What you are asked to do: Return all lines in the data where the string "every" can be found.

---

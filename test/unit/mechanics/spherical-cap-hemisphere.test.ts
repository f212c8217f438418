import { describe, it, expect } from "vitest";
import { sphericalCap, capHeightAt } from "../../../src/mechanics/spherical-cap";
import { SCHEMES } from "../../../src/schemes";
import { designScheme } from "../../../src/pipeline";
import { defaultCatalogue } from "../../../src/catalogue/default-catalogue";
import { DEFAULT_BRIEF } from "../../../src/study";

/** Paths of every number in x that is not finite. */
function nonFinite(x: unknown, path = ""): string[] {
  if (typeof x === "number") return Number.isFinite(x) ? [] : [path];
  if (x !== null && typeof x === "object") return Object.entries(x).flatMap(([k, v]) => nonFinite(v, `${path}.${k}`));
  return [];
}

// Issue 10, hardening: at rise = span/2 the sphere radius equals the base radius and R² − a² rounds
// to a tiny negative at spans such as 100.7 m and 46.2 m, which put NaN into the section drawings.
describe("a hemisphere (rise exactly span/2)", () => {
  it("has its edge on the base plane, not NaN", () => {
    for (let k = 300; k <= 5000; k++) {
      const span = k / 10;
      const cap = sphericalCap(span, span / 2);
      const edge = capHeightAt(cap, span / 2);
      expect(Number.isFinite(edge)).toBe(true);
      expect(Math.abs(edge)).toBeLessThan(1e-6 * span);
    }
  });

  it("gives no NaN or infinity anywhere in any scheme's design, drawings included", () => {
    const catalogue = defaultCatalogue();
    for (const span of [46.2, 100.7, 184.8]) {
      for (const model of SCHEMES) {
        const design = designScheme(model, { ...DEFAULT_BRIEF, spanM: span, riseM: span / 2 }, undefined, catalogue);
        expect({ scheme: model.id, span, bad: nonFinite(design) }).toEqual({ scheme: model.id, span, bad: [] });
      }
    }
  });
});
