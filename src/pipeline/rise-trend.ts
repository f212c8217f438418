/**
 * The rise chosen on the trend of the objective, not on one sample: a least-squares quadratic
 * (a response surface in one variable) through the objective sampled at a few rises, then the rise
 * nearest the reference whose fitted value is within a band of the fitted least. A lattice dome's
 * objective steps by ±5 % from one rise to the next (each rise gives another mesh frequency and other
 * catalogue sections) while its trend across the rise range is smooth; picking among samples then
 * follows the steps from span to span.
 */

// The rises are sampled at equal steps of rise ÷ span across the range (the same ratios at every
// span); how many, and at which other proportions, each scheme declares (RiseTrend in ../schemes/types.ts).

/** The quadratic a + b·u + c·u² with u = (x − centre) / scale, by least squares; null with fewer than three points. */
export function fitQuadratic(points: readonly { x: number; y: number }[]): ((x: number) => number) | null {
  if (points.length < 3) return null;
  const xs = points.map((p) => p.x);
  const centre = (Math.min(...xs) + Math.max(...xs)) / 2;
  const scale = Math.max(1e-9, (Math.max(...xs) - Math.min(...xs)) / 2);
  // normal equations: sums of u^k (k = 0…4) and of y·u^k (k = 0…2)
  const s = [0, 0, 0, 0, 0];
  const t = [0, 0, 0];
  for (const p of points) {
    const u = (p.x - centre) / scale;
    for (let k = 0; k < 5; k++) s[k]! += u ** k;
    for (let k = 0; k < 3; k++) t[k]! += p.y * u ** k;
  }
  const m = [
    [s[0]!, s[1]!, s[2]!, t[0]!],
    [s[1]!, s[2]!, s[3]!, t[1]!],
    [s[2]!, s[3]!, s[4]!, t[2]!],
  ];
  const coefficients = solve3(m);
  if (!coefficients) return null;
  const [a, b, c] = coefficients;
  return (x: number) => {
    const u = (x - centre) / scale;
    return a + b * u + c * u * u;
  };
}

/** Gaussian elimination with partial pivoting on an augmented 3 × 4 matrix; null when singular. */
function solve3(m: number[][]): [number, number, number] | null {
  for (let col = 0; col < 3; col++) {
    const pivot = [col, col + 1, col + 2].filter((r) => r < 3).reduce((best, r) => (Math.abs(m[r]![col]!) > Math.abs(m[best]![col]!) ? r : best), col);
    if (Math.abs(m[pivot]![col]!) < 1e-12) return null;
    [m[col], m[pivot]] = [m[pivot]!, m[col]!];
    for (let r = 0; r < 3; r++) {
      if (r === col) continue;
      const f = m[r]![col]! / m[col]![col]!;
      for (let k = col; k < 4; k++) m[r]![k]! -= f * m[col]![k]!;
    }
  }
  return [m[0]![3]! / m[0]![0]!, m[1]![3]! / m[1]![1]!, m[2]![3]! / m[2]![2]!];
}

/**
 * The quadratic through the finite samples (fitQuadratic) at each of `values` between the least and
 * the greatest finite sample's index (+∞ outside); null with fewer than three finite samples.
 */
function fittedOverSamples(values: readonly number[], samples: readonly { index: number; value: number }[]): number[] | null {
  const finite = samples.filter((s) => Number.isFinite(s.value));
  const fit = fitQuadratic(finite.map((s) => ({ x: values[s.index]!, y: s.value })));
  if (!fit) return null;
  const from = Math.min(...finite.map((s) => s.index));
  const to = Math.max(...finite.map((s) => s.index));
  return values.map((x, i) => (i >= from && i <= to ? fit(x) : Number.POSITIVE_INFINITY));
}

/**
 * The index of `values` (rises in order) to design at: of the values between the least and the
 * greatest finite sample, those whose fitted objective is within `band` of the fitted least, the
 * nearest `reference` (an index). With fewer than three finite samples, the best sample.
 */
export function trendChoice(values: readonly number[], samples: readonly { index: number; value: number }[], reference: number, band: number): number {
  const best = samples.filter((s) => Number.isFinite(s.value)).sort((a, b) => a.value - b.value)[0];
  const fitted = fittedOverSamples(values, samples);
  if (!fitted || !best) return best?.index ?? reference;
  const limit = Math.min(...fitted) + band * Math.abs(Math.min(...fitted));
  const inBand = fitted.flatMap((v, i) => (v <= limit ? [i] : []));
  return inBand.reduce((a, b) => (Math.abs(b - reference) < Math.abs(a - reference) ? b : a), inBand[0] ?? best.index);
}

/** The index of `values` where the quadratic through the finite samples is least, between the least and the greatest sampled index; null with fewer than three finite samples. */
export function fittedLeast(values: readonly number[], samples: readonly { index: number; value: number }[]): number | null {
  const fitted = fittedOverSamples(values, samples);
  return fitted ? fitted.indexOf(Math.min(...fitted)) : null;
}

---

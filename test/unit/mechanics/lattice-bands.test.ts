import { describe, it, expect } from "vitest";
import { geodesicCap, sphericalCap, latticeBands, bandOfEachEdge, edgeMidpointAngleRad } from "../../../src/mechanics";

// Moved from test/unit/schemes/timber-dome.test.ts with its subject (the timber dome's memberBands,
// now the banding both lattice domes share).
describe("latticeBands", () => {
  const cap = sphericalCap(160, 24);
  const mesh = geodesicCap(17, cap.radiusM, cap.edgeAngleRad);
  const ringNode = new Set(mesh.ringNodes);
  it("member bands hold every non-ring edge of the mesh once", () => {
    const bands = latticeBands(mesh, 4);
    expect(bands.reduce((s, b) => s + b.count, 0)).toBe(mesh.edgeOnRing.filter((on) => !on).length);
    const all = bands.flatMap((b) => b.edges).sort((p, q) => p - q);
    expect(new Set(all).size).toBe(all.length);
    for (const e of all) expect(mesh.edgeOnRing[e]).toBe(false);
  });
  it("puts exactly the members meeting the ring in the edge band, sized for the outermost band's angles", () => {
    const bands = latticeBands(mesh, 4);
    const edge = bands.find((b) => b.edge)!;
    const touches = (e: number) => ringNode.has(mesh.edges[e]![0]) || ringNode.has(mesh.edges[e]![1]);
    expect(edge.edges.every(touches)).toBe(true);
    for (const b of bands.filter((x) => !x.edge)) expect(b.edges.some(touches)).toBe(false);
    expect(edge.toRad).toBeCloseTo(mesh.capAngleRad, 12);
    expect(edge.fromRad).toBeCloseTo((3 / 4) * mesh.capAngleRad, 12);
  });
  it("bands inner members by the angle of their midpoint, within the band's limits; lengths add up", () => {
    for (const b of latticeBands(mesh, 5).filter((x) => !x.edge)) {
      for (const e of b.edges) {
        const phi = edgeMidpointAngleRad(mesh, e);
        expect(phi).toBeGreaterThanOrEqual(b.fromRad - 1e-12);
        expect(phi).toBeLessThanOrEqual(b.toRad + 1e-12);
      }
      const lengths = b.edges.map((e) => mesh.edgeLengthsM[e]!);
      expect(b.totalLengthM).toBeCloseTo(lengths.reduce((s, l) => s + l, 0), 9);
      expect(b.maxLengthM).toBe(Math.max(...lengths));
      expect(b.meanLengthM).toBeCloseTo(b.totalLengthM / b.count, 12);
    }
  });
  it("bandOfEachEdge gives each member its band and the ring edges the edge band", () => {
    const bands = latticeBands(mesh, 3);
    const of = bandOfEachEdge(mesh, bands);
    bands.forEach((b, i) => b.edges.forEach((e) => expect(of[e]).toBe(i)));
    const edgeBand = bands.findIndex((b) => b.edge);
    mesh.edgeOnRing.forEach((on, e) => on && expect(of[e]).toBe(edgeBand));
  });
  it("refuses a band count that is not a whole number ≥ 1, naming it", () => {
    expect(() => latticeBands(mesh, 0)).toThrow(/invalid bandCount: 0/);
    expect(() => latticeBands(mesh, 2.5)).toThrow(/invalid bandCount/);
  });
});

---

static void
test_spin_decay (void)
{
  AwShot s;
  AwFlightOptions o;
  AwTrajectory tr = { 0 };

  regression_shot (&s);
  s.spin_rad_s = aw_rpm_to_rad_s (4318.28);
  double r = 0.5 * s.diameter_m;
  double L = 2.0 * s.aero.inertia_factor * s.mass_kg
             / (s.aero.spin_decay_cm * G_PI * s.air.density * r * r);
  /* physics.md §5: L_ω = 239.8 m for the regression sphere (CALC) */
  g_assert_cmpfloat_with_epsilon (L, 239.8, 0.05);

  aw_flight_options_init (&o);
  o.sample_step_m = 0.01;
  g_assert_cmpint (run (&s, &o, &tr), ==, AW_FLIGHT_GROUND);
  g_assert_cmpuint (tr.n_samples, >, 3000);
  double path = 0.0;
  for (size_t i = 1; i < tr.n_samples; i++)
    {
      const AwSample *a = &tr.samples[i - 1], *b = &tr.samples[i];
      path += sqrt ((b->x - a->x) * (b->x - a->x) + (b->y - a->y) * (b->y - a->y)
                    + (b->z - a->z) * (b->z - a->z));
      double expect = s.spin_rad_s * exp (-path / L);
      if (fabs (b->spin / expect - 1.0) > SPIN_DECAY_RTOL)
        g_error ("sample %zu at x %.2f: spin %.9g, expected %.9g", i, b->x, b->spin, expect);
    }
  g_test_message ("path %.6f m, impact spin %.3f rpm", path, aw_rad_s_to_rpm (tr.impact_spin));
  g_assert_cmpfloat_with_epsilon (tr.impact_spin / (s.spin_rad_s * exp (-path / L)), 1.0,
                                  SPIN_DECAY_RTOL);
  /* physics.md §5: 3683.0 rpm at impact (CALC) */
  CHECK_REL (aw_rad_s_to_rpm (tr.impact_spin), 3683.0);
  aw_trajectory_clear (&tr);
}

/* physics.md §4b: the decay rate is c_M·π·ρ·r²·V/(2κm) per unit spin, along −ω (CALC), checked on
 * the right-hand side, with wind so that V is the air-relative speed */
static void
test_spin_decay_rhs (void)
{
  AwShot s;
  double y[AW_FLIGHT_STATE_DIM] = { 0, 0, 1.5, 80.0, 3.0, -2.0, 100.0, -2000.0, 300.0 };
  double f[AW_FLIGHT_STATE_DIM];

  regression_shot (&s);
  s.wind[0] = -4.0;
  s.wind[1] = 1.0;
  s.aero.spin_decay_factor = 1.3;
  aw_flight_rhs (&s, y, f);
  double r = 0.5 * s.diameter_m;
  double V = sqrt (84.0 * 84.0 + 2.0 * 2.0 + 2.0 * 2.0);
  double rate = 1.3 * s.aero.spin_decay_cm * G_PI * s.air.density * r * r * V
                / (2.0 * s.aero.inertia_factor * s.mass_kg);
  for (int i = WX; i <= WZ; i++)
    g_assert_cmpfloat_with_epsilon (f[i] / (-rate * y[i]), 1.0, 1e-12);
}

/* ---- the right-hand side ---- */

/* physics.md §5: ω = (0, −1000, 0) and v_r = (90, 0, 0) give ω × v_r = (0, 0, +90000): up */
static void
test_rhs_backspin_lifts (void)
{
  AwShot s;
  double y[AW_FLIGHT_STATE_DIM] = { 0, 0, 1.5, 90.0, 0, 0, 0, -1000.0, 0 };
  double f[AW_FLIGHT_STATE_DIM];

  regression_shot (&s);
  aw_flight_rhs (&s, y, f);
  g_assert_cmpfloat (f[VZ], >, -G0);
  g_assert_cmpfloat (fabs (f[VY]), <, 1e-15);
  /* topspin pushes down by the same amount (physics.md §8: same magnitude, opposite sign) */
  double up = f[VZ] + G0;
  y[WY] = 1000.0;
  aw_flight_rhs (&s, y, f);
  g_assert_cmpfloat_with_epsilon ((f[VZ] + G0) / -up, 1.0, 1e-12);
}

---

Task output:
/** Paths of every number in x that is not finite. */
// The rises are sampled at equal steps of rise ÷ span across the range (the same ratios at every
  it("member bands hold every non-ring edge of the mesh once", () => {
    expect(edge.edges.every(touches)).toBe(true);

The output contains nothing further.